SUPPLIED DATA Start Marker
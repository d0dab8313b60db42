// Subsets per second of the search kernels against refitting each subset by
// QR on the rows (src/core/fit), measured in the same run; then 2^20 subsets
// of a 20-term pool exhaustively on one thread and on every core.
//   npx tsx scripts/bench-search.ts [rows=1000] [terms=20] [streamRows=1e7]
// Last, peak memory (resident set) while 10^7 generated NDJSON rows are
// folded into a data summary by the streaming upload's code, in process.
// The data are random (a benchmark needs only their shape).

import { availableParallelism } from 'node:os';
import { fitLeastSquares } from '../src/core/fit/index.ts';
import { scoreGrayRange, scoreSubsetRange, subsetProblemFromDesign, noHierarchy } from '../src/core/search/index.ts';
import { runSearch } from '../src/search/workers/index.ts';
import { Readable } from 'node:stream';
import { foldRows } from '../src/http/streaming/fold-body.ts';
import type { DesignMatrix } from '../src/core/types.ts';

const rows = Number(process.argv[2] ?? 1000);
const m = Number(process.argv[3] ?? 20);
let seed = 12345;
const uniform = () => ((seed = (Math.imul(seed, 1103515245) + 12345) >>> 0) / 4294967296);
const x = Array.from({ length: m }, () => Float64Array.from({ length: rows }, () => uniform() - 0.5));
const y = Float64Array.from({ length: rows }, (_, i) => x[0][i] + 0.5 * x[1][i] - 0.3 * x[2][i] + 0.5 * (uniform() - 0.5));
const designOf = (terms: number[]): DesignMatrix => {
  const high = [new Float64Array(rows).fill(1), ...terms.map((t) => x[t])];
  return { rows, labels: ['intercept', ...terms.map((t) => `x${t}`)], high, low: high.map(() => new Float64Array(rows)), intercept: true, termOfColumn: [-1, ...terms] };
};
const all = [...Array(m).keys()];
const problem = subsetProblemFromDesign(designOf(all), y, null, m, noHierarchy(m));
const settings = { criterion: 'aicc', top: 20, rankDeficient: 'score' } as const;
const total = 2 ** m;

const time = <T>(f: () => T): [T, number] => {
  const t0 = performance.now();
  const r = f();
  return [r, (performance.now() - t0) / 1000];
};

// Baseline: QR refits of a sample of subsets (every subset would take minutes).
const sample = Math.min(total, 2000);
const [, qrSeconds] = time(() => {
  for (let s = 0; s < sample; s++) {
    const mask = Math.floor((s * total) / sample);
    fitLeastSquares(designOf(all.filter((t) => (mask >>> t) & 1)), y);
  }
});
const qrRate = sample / qrSeconds;
const [, countingSeconds] = time(() => scoreSubsetRange(problem, settings, 0, total));
const [, graySeconds] = time(() => scoreGrayRange(problem, settings, 0, total));
const countingRate = total / countingSeconds;
const grayRate = total / graySeconds;
const threads = availableParallelism();
const t0 = performance.now();
const pooled = await runSearch(problem, settings, { threads });
const pooledSeconds = (performance.now() - t0) / 1000;
// Workers start per search (and, run from sources, load the TypeScript loader): a second run shows the same cost again.
const t1 = performance.now();
await runSearch(problem, settings, { threads });
const pooledAgainSeconds = (performance.now() - t1) / 1000;

const f = (v: number) => v.toLocaleString('en-US', { maximumFractionDigits: 0 });
console.log(`pool ${m} terms, ${rows} rows, ${f(total)} subsets`);
console.log(`QR refit per subset (src/core/fit), ${sample} sampled: ${f(qrRate)} subsets/s`);
console.log(`Gray-code sweep kernel, 1 thread: ${graySeconds.toFixed(2)} s, ${f(grayRate)} subsets/s, ${(grayRate / qrRate).toFixed(0)}x QR`);
console.log(`counting-order sweep kernel (the service's), 1 thread: ${countingSeconds.toFixed(2)} s, ${f(countingRate)} subsets/s, ${(countingRate / qrRate).toFixed(0)}x QR`);
console.log(`worker pool, ${threads} threads (incl. worker start): ${pooledSeconds.toFixed(2)} s, ${f(total / pooledSeconds)} subsets/s, ${(countingSeconds / pooledSeconds).toFixed(2)}x one thread`);
console.log(`worker pool again: ${pooledAgainSeconds.toFixed(2)} s`);
if (!pooled.ok) console.log('pool refused:', pooled.issue.message);

// Streaming fold: the body is generated chunk by chunk (never held whole), as a client would send it.
const streamRows = Number(process.argv[4] ?? 1e7);
const LINES_PER_CHUNK = 10_000;
function* ndjsonChunks(): Generator<string> {
  for (let from = 0; from < streamRows; from += LINES_PER_CHUNK) {
    let chunk = '';
    for (let i = from; i < Math.min(streamRows, from + LINES_PER_CHUNK); i++) {
      const t = 1150 + 100 * uniform();
      const m = 4 + 4 * uniform();
      chunk += `{"peakTemp":${t},"moisture":${m},"holdMinutes":${Math.round(30 + 60 * uniform())},"shrinkage":${7 + 0.018 * (t - 1200) + 0.35 * (m - 6) + 0.15 * (uniform() - 0.5)}}\n`;
    }
    yield chunk;
  }
}
global.gc?.();
const rssBefore = process.memoryUsage().rss;
let peak = rssBefore;
const sampler = setInterval(() => (peak = Math.max(peak, process.memoryUsage().rss)), 20);
const s0 = performance.now();
const folded = await foldRows(Readable.from(ndjsonChunks(), { objectMode: false }), {
  format: 'ndjson', columns: ['peakTemp', 'moisture', 'holdMinutes', 'shrinkage'], maxBodyBytes: Number.MAX_SAFE_INTEGER,
});
clearInterval(sampler);
peak = Math.max(peak, process.memoryUsage().rss);
const streamSeconds = (performance.now() - s0) / 1000;
const mb = (b: number) => (b / 2 ** 20).toFixed(0);
console.log(`streaming fold of ${f(folded.rowsRead)} NDJSON rows (${mb(folded.bytes)} MiB): ${streamSeconds.toFixed(1)} s, ${f(folded.rowsRead / streamSeconds)} rows/s; resident memory ${mb(rssBefore)} MiB before, peak ${mb(peak)} MiB (+${mb(peak - rssBefore)} MiB)`);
SUPPLIED DATA End Marker
* _WHAT YOU SHOULD DO_:
Where the data above reaches the line holding "for (let from", begin printing, and stop after the line holding "let peak = rssBefore;". Each line must be reproduced exactly, with nothing else added.

* _TASK ANSWER_:
  for (let from = 0; from < streamRows; from += LINES_PER_CHUNK) {
    let chunk = '';
    for (let i = from; i < Math.min(streamRows, from + LINES_PER_CHUNK); i++) {
      const t = 1150 + 100 * uniform();
      const m = 4 + 4 * uniform();
      chunk += `{"peakTemp":${t},"moisture":${m},"holdMinutes":${Math.round(30 + 60 * uniform())},"shrinkage":${7 + 0.018 * (t - 1200) + 0.35 * (m - 6) + 0.15 * (uniform() - 0.5)}}\n`;
    }
    yield chunk;
  }
}
global.gc?.();
const rssBefore = process.memoryUsage().rss;
let peak = rssBefore;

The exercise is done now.